# help! :(



## luketheluke (May 22, 2007)

my religosa ooth is trying to hatch 2 mantids have tried and got half out then by the looks of things dried up and died  is there anything i can do to make sure the others dont do this? i put a wet tissue at the bottom of the container will that help?


----------



## ellroy (May 22, 2007)

Thats probably the best you can do, are they near a heat source?


----------



## luketheluke (May 22, 2007)

they are ontop of my tortoise tank, its not to warm there though just like 2 degrees over room temp maybe that is to hot?


----------



## ellroy (May 22, 2007)

I don't know but if they are drying out that quick I would do what you can to reduce the temp


----------



## Monkey King (May 22, 2007)

When my spiderlings have trouble molting due to dryness I place them in the bathroom and steam it up a little with the shower and kep the door shut. This always works to keep them moist and warm enough to keep the metabolic rate up high enough to finish the job. I'm new to mantids so I do not know if this will work for them during an ooth hatch but I wanted to suggest it just in case it could help you.


----------



## Rick (May 22, 2007)

They should not need a heat source. Mist the insides of the container lightly and make sure the towel is moist.


----------



## Orin (May 22, 2007)

The ootheca was kept too dry.
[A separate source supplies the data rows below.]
import pg from 'pg';
import { testDb, type TestDb } from '@/tests/factories/testDb';

let db: TestDb;
let app: pg.Client;

beforeAll(async () => {
  db = await testDb();
  app = new pg.Client({ connectionString: db.appUrl });
  await app.connect();
});

afterAll(async () => {
  await app.end();
  await db.close();
});

test('neither the role of the server nor the owner of the tables can step round row-level security', async () => {
  const { rows } = await app.query(
    `select rolname, rolcanlogin, rolsuper, rolbypassrls, rolcreaterole, rolcreatedb, rolreplication
     from pg_roles where rolname in ('app', 'owner') order by rolname`,
  );
  const bound = {
    rolcanlogin: true,
    rolsuper: false,
    rolbypassrls: false,
    rolcreaterole: false,
    rolcreatedb: false,
    rolreplication: false,
  };
  expect(rows).toEqual([
    { rolname: 'app', ...bound },
    { rolname: 'owner', ...bound },
  ]);
});

test('the server is not, and cannot become, the owner of a table', async () => {
  const { rows } = await app.query(`select distinct tableowner from pg_tables where schemaname = 'public'`);
  expect(rows).toEqual([{ tableowner: 'owner' }]);
  await expect(app.query('set role owner')).rejects.toThrow(/permission denied to set role/);
  await expect(app.query('create table mine (id int)')).rejects.toThrow(/permission denied/);
  await expect(app.query('alter table sessions disable row level security')).rejects.toThrow(/must be owner/);
});

test('a password is asked for, and a wrong one is refused', async () => {
  const url = new URL(db.appUrl);
  url.password = 'wrong';
  const stranger = new pg.Client({ connectionString: url.href });
  await expect(stranger.connect()).rejects.toThrow(/password authentication failed/);
});

test('PostgreSQL listens on the loopback address only', async () => {
  const { rows } = await app.query(`select current_setting('listen_addresses') as listens`);
  expect(rows).toEqual([{ listens: '127.0.0.1' }]);
});

test('every test file has a database of its own', async () => {
  const other = await testDb();
  expect(other.name).not.toBe(db.name);
  await other.close();
  const { rows } = await app.query('select count(*)::int as n from pg_database where datname = $1', [
    other.name,
  ]);
  expect(rows).toEqual([{ n: 0 }]);
});
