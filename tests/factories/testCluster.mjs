import { execFileSync } from 'node:child_process';
import { randomBytes } from 'node:crypto';
import fs from 'node:fs';
import os from 'node:os';
import path from 'node:path';
import { databaseSql, startCluster } from '../../server/bin/cluster.mjs';
import { root } from '../../server/bin/paths.mjs';

const template = 'template_inchwater';

/**
 * A throwaway cluster with a migrated database to copy, announced in the environment for `testDb`. It goes away when
 * this process does, however it ends.
 * @param settings PostgreSQL settings by name
 * @returns how to stop and remove it earlier
 */
export async function startTestCluster(settings = {}) {
  const folder = fs.mkdtempSync(path.join(os.tmpdir(), 'inchwater-test-'));
  let cluster;
  const discard = () => {
    cluster?.stop();
    cluster = undefined;
    fs.rmSync(folder, { recursive: true, force: true });
  };
  process.on('exit', discard);
  const interrupts = { SIGINT: 130, SIGTERM: 143, SIGHUP: 129 };
  for (const [signal, code] of Object.entries(interrupts)) process.on(signal, () => process.exit(code));

  const password = () => randomBytes(12).toString('hex');
  const passwords = { adminPassword: password(), ownerPassword: password(), appPassword: password() };
  cluster = await startCluster(folder, passwords, { settings, disposable: true });
  cluster.psql(databaseSql(template));
  execFileSync(process.execPath, ['--import', 'tsx', 'server/bin/migrate.ts'], {
    cwd: root,
    env: { ...process.env, OWNER_DATABASE_URL: cluster.urlFor('owner', template) },
    stdio: ['ignore', 'ignore', 'inherit'],
  });
  process.env.TEST_PG_ADMIN_URL = cluster.urlFor('admin', 'postgres');
  process.env.TEST_PG_OWNER_URL = cluster.urlFor('owner', 'postgres');
  process.env.TEST_PG_APP_URL = cluster.urlFor('app', 'postgres');
  return discard;
}
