import { create } from 'zustand';
import { emptyForm, NewSessionForm } from '@/shared/session/newSessionForm';

type NewSessionState = {
  form: NewSessionForm;
  change: (change: Partial<NewSessionForm>) => void;
  /** the session was started */
  clear: () => void;
};

const place = 'inchwater.bench.newSession';

/** What is typed for a session that is not started yet; it outlives a reload. */
export const useNewSessionStore = create<NewSessionState>()((set, get) => ({
  form: readForm(),
  change: (change) => {
    set({ form: { ...get().form, ...change } });
    keep(get().form);
  },
  clear: () => {
    set({ form: emptyForm });
    keep(null);
  },
}));

function readForm(): NewSessionForm {
  try {
    return NewSessionForm.catch(emptyForm).parse(JSON.parse(localStorage.getItem(place) ?? 'null'));
  } catch {
    return emptyForm;
  }
}

function keep(form: NewSessionForm | null): void {
  try {
    if (form) localStorage.setItem(place, JSON.stringify(form));
    else localStorage.removeItem(place);
  } catch {
    // a browser that keeps nothing: the form holds until the page is closed
  }
}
Moisture may help but it's not likely much can be done at this point.


----------



## OGIGA (May 22, 2007)

Try getting some water on the ooth itself too.


----------



## luketheluke (May 23, 2007)

thanks all for your help  i woke up just and the ooth has hatched about 35 babys so far  and they just keep coming haha


----------



## OGIGA (May 23, 2007)

Awesome


----------



## Orin (May 24, 2007)

Let us know how they do, an increase in humidity to a somewhat desiccated ootheca may cause a hatch with the immatures not living more than a week or two. If they grow the original humidity level may have been nearly adequate and you'll know next time to keep it similarly and just to increase the humidity at the end.


----------



## luketheluke (Jun 5, 2007)

2 left  both shed there skin today for the first time i really hope i can keep them alive !


----------



## Asa (Jun 5, 2007)

That's too bad. I certainly hope you can.


----------